1919
A week later Dick received a war department envelope addressed to Savage, Richard Ellsworth, 2nd Lieut. Ord. Dept., enclosing his commission and ordering him to proceed to Camp Merritt, N.J., within 24 hours. Dick found himself in charge of a casuals company at Camp Merritt and wouldn’t have known what on earth to do if it hadn’t been for the sergeant. Once they were on the transport it was better; he had what had been a first class cabin with two other 2nd Lieutenants and a Major; Dick had the drop on them all because he’d been at the front. The transport was the Leviathan; Dick began to feel himself again when he saw the last of Sandy Hook; he wrote Ned a long letter in doggerel that began:
His father was a jailbird and his mother had no kale
He was much too fond of cognac and he drank it by the pail
But now he’s a Second Lieut and supported by the State.
Sports a handsome uniform and a military gait
And this is the most terrific fate that ever can befall
A boy whose grandpa was a Major-General.
The other two shavetails in the cabin were nondescript youngsters from Leland Stanford, but Major Thompson was a Westpointer and stiff as a ramrod. He was a middleaged man with a yellow round face, thin lips and noseglasses. Dick thawed him out a little by getting him a pint of whiskey through his sergeant who’d gotten chummy with the stewards, when he got seasick two days out, and discovered that he was a passionate admirer of Kipling and had heard Copeland read Danny Deever and been very much impressed. Furthermore he was an expert on mules and horseflesh and the author of a monograph: The Spanish Horse. Dick admitted that he’d studied with Copeland and somehow it came out that he was the grandson of the late General Ellsworth. Major Thompson began to take an interest in him and to ask him questions about the donkeys the French used to carry ammunition in the trenches, Italian cavalry horses and the works of Rudyard Kipling. The night before they reached Brest when everybody was flustered and the decks were all dark and silent for the zone, Dick went into a toilet and reread the long kidding letter he’d written Ned first day out. He tore it up into small bits, dropped them in the can and then flushed it carefully: no more letters.
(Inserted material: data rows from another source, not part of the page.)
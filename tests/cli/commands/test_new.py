from __future__ import annotations

import json

import pytest

from schedtui.cli.main import run
from schedtui.schedule.load import load
from schedtui.schedule.view import view


@pytest.fixture
def new(capsys):
    """Return a function that runs `new` and gives the exit status and both outputs."""

    def made(*words):
        status = run(["new", *map(str, words)], open_screen=lambda _: pytest.fail("no screen"))
        printed = capsys.readouterr()
        return status, printed.out, printed.err

    return made


@pytest.mark.parametrize("system", ["IP", "SI"])
def test_the_new_file_is_a_schedule_without_a_fault(system, new, tmp_path, capsys):
    file = tmp_path / "works.toml"
    status, out, err = new(file, "--units", system)
    assert (status, err) == (0, "")
    assert out == f"{file} written; open it with: schedtui {file}\n"
    schedule = view(load(file.read_text("utf-8")))
    assert (schedule.system, schedule.project.title, len(schedule.units)) == (system, "works", 1)
    status = run(["check", str(file), "--format", "json", "--fail-on", "missing"], lambda _: 2)
    assert status == 0
    assert json.loads(capsys.readouterr().out)["counts"]["clear"] == 1


def test_it_overwrites_nothing_unless_told(new, tmp_path):
    file = tmp_path / "works.toml"
    file.write_text("mine", encoding="utf-8")
    assert new(file) == (2, "", f"{file} exists already\n")
    assert file.read_text("utf-8") == "mine"
    assert new(file, "--replace")[0] == 0
    assert load(file.read_text("utf-8")).problems == ()


@pytest.mark.parametrize("title", ['12" duct \\ new', "a\nb\x1b[31m", "冷水", "'''\"\"\""])
def test_a_title_of_any_characters_comes_back(title, new, tmp_path):
    file = tmp_path / "works.toml"
    assert new(file, "--title", title)[0] == 0
    assert view(load(file.read_text("utf-8"))).project.title == title


@pytest.mark.parametrize("title", ["", "  "])
def test_a_blank_title_is_refused_and_nothing_written(title, new, tmp_path):
    status, out, err = new(tmp_path / "works.toml", "--title", title)
    assert (status, out) == (2, "")
    assert err == "schedtui new: --title must not be blank\n"
    assert list(tmp_path.iterdir()) == []


def test_where_there_is_no_folder_nothing_is_written(new, tmp_path):
    status, out, err = new(tmp_path / "nowhere" / "works.toml")
    assert (status, out) == (2, "")
    assert err.count("\n") == 1


def test_a_name_with_control_characters_does_not_act_on_the_terminal(new, tmp_path):
    _, out, _ = new(tmp_path / "a\x1b[31m.toml")
    assert "\x1b" not in out
    assert "␛[31m" in out
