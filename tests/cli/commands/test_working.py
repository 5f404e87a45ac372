from __future__ import annotations

from pathlib import Path

import pytest

from schedtui.cli.main import run
from schedtui.report.page import CAUTION

HERE = Path(__file__).parent
WORKS = """\
[project]
title = "Works"
units = "IP"
altitude = 2460
airflow_basis = "standard"

[[condition]]
name = "peak"
season = "cooling"
outdoor_db = 96.0
outdoor_wb = 75.0

[[condition]]
name = "winter"
season = "heating"
outdoor_db = 5.0
outdoor_rh = 80

[[unit]]
tag = "AHU-1"
supply_airflow = 10000
outdoor_airflow = 2000
room_db = 75
room_rh = 50
cool_lat_db = 55
cool_lat_wb = 54

[[unit]]
tag = "AHU-2 [b]alt[/b]"
supply_airflow = 5000
conditions = ["winter"]

[[unit]]
tag = "AHU-1"
supply_airflow = 4000
"""


@pytest.fixture
def working(capsys, tmp_path):
    """Return a function that runs the command on a file and gives status and both outputs."""

    def worked(*words, text=WORKS):
        file = tmp_path / "works.toml"
        file.write_text(text, encoding="utf-8")
        status = run(["working", str(file), *words], open_screen=lambda _: pytest.fail("no screen"))
        printed = capsys.readouterr()
        return status, printed.out, printed.err

    return worked


def test_every_unit_of_a_tag_is_worked_through(working):
    status, out, err = working("AHU-1")
    assert (status, err) == (0, "")
    assert "\nAHU-1: working\n" in out
    assert "\nAHU-1 (2nd): working\n" in out
    assert "AHU-2" not in out
    assert "\nAHU-1 at peak" in out
    assert "\nAHU-1 at winter" in out
    assert "h_o" in out
    assert " ".join(out.split()).endswith(CAUTION)
    assert max(map(len, out.splitlines())) <= 80


def test_one_condition_alone(working):
    status, out, _ = working("AHU-1", "--condition", "peak")
    assert status == 0
    assert "at peak" in out
    assert "at winter" not in out


def test_markdown(working):
    status, out, _ = working("AHU-1", "--format", "markdown")
    assert status == 0
    assert out.startswith("# Works")
    assert "  `= 60 · 2000 · 0.075`" in out


def test_an_unknown_tag_names_those_there_are(working):
    status, out, err = working("AHU-9")
    assert (status, out) == (2, "")
    assert err.endswith('no unit is tagged "AHU-9"; there are "AHU-1", "AHU-2 [b]alt[/b]"\n')
    assert err.count("\n") == 1


def test_a_file_without_units_says_so(working):
    status, _, err = working("AHU-1", text=WORKS.partition("[[unit]]")[0])
    assert status == 2
    assert "it has no tagged unit" in err


def test_an_unknown_condition_names_those_there_are(working):
    status, out, err = working("AHU-1", "--condition", "summer")
    assert (status, out) == (2, "")
    assert err == 'AHU-1 has no condition "summer"; there are "peak", "winter"\n'


def test_a_condition_that_does_not_apply_is_unknown_to_the_unit(working):
    status, _, err = working("AHU-2 [b]alt[/b]", "--condition", "peak")
    assert status == 2
    assert err == 'AHU-2 [b]alt[/b] has no condition "peak"; there are "winter"\n'


def test_a_unit_without_outdoor_air_needs_no_condition(working):
    text = WORKS.partition("[[condition]]")[0] + "[[unit]]\n" + WORKS.partition("[[unit]]\n")[2]
    status, out, _ = working("AHU-1", text=text.replace("outdoor_airflow = 2000\n", ""))
    assert status == 0
    assert "AHU-1 at room (governing and rated)" in out


def test_a_file_that_cannot_be_read_is_refused_like_by_check(working):
    status, out, err = working("AHU-1", text=WORKS.replace("= 10000", "= 10,000"))
    assert (status, out) == (2, "")
    assert "supply_airflow" in err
In Brest Dick took three majors downtown and ordered them a meal and good wine at the hotel; during the evening Major Thompson told stories about the Philippines and the Spanish war; after the fourth bottle Dick taught them all to sing Mademoiselle from Armentiéres. A few days later he was detached from his casuals company and set to Tours; Major Thompson, who felt he needed somebody to speak French for him and to talk about Kipling with, had gotten him transferred to his office. It was a relief to see the last of Brest, where everybody was in a continual grouch from the drizzle and the mud and the discipline and the saluting and the formations and the fear of getting in wrong with the brasshats.
Tours was full of lovely creamystone buildings buried in dense masses of bluegreen late summer foliage. Dick was on commutation of rations and boarded with an agreeable old woman who brought him up his café au lait in bed every morning. He got to know a fellow in the Personnel Department through whom he began to work to get Henry transferred out of the infantry. He and Major Thompson and old Colonel Edgecombe and several other offices dined together very often; they got so they couldn’t do without Dick who knew how to order a meal comme il faut, and the proper vintages of wines and could parleyvoo with the French girls and make up limericks and was the grandson of the late General Ellsworth.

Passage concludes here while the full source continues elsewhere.